After Prohibition derailed the bar business, Barcelo pivoted onto the board of the Acme Homestead Association and did even better for himself in real estate. In 1927 the New Orleans Item counted him among the “prominent New Orleans business men” who toured the Mississippi River levee that was dynamited to reduce the city’s flood risk, inundating rural communities like the one where Barcelo worked as a teenage farm hand.

Barcelo appears to have maintained his ownership stake in the building at St. Louis and N. Villere for the duration of Storyville’s existence. He probably leased the space to a short, brown-eyed man named Joseph Victor toward the end of 1908, when an ad in the Daily Picayune solicited a renter for a saloon that was “doing good business” in the district.

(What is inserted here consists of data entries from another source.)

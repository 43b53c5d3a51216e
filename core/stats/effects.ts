/**
 * Effect sizes of residual checks: how large a departure is, beside the test that says
 * whether it is there at all. At large n a test finds departures far too small to matter;
 * these measures say whether they do (core/analysis/diagnose.ts compares them with stated
 * thresholds).
 */
import { InputError } from '../errors';
import { pnorm } from './distributions';

/**
 * Lag-1 autocorrelation of a series around zero (residuals have mean about 0):
 * r1 = sum_t e_t e_(t-1) / sum_t e_t^2 (Box & Jenkins 1976, Time Series Analysis, section
 * 2.1.4, without centring, as residuals need none). Durbin-Watson's d is close to 2 (1 - r1)
 * (Durbin & Watson 1950, section 2). NaN for fewer than 2 values or all zeros. O(n).
 * Example: lag1Correlation(Float64Array.of(1, 1, -1, -1)) = (1 - 1 + 1) / 4 = 0.25.
 */
export function lag1Correlation(series: Float64Array): number {
  const n = series.length;
  if (n < 2) return NaN;
  let ss = 0;
  let cross = 0;
  for (let i = 0; i < n; i++) {
    const v = series[i] as number;
    ss += v * v;
    if (i > 0) cross += v * (series[i - 1] as number);
  }
  return ss > 0 ? cross / ss : NaN;
}

/** Sample skewness and excess kurtosis. */
export interface Shape {
  /** g1 = m3 / m2^(3/2): 0 for a symmetric distribution. */
  readonly skewness: number;
  /** g2 = m4 / m2^2 - 3: 0 for a normal distribution, above 0 for heavier tails. */
  readonly excessKurtosis: number;
}

/**
 * Moment skewness g1 = m3 / m2^(3/2) and excess kurtosis g2 = m4 / m2^2 - 3 of the values,
 * with m_k the k-th central moment (divisor n): the "type 1" estimators of Joanes & Gill
 * (1998), "Comparing measures of sample skewness and kurtosis", The Statistician 47(1),
 * 183-189. Two passes (mean, then moments), O(n). NaN for fewer than 2 values or no spread.
 * Example: moments(Float64Array.of(1, 2, 3)) -> { skewness: 0, excessKurtosis: -1.5 }.
 */
export function moments(values: Float64Array): Shape {
  const n = values.length;
  if (n < 2) return { skewness: NaN, excessKurtosis: NaN };
  let sum = 0;
  // Indexed loops over the rows: they run fast before the optimising compiler gets to them, which for-of loops do not.
  for (let i = 0; i < n; i++) sum += values[i] as number;
  const mean = sum / n;
  let m2 = 0;
  let m3 = 0;
  let m4 = 0;
  for (let i = 0; i < n; i++) {
    const d = (values[i] as number) - mean;
    const d2 = d * d;
    m2 += d2;
    m3 += d2 * d;
    m4 += d2 * d2;
  }
  m2 /= n;
  m3 /= n;
  m4 /= n;
  if (!(m2 > 0)) return { skewness: NaN, excessKurtosis: NaN };
  return { skewness: m3 / Math.pow(m2, 1.5), excessKurtosis: m4 / (m2 * m2) - 3 };
}

/**
 * The spread ratio of residuals along x: the root mean square of the residuals in each of
 * `parts` consecutive groups of (nearly) equal size in x order, largest over smallest. 1
 * when the spread is the same everywhere; 2 when one part scatters twice as widely as
 * another. A measure of size for the Breusch-Pagan test, in the spirit of Goldfeld & Quandt
 * (1965), "Some tests for homoscedasticity", JASA 60, 539-547 (variances of the low and high
 * parts of the ordered data compared). NaN with fewer rows than parts or a part without
 * spread. O(n).
 * Example: spreadRatio(Float64Array.of(1, -1, 2, -2, 3, -3)) = 3.
 */
export function spreadRatio(residualsInXOrder: Float64Array, parts = 3): number {
  const n = residualsInXOrder.length;
  if (!(Number.isInteger(parts) && parts >= 2)) throw new InputError(`spreadRatio: parts must be a whole number >= 2, got ${parts}`);
  if (n < parts) return NaN;
  let lo = Infinity;
  let hi = 0;
  for (let k = 0; k < parts; k++) {
    const start = Math.floor((k * n) / parts);
    const end = Math.floor(((k + 1) * n) / parts);
    let ss = 0;
    for (let i = start; i < end; i++) {
      const v = residualsInXOrder[i] as number;
      ss += v * v;
    }
    const rms = Math.sqrt(ss / (end - start));
    lo = Math.min(lo, rms);
    hi = Math.max(hi, rms);
  }
  return lo > 0 ? hi / lo : NaN;
}

/** Result of the runs test on the signs of a series. */
export interface RunsResult {
  /** Number of runs of equal sign (zeros left out). */
  readonly runs: number;
  /** Expected number of runs for a random order of the same signs. */
  readonly expected: number;
  /** (runs - expected) / its standard deviation: negative when signs come in long runs. */
  readonly z: number;
  /** P(Z <= z): small when there are too few runs (neighbours share their sign: drift). */
  readonly pValue: number;
}

/**
 * Wald-Wolfowitz runs test on the signs of a series (Wald & Wolfowitz 1940, "On a test
 * whether two samples are from the same population", Annals of Mathematical Statistics
 * 11(2), 147-162), by its normal approximation: with n1 positive and n2 negative values
 * (zeros left out), N = n1 + n2, E R = 2 n1 n2 / N + 1 and
 * Var R = 2 n1 n2 (2 n1 n2 - N) / (N^2 (N - 1)). One-sided against too few runs, as drift
 * in acquisition order makes neighbours share their sign. NaN fields when one sign is
 * missing or N < 3. O(n).
 * Example: runsTest(Float64Array.of(1, 2, 3, -1, -2, -3)).runs = 2.
 */
export function runsTest(series: Float64Array): RunsResult {
  let n1 = 0;
  let n2 = 0;
  let runs = 0;
  let last = 0;
  for (let i = 0; i < series.length; i++) {
    const v = series[i] as number;
    const s = v > 0 ? 1 : v < 0 ? -1 : 0;
    if (s === 0) continue;
    if (s > 0) n1++;
    else n2++;
    if (s !== last) runs++;
    last = s;
  }
  const total = n1 + n2;
  if (n1 === 0 || n2 === 0 || total < 3) return { runs, expected: NaN, z: NaN, pValue: NaN };
  const product = 2 * n1 * n2;
  const expected = product / total + 1;
  const variance = (product * (product - total)) / (total * total * (total - 1));
  const z = variance > 0 ? (runs - expected) / Math.sqrt(variance) : NaN;
  return { runs, expected, z, pValue: Number.isFinite(z) ? pnorm(z) : NaN };
}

The ad came just weeks before a new state law, the Gay-Shattuck Act, mandated the segregation of barrooms. That legislators felt such a law was necessary, author Alecia P. Long told A Closer Walk, suggests the prevalence of racially mixed crowds in establishments like Barcelo’s saloon. The law had a loophole, however, for establishments that also served food. Victor, an experienced grocery cook, was well-positioned to exploit it.

Of the two men, Barcelo would have seemed more likely to persevere in the annals of New Orleans history, but, thanks to the unlikely survival of the building at St. Louis and Villere, the name in books today is Victor’s. He ran the saloon for roughly a decade—one of several food and drink service jobs he worked in a seemingly quiet life.

The Victor family

While archival records of Joseph Victor are scant, his father Adolphe’s story offers some intriguing context about the family. Born around 1841, Adolphe Victor was listed as “mulatto” in the 1850 census, as were his parents and four siblings. In 1860 and afterward, the family was listed as “white,” raising the possibility that the Victors chose to conceal their African ancestry as racial oppression worsened in the years leading up to the Civil War.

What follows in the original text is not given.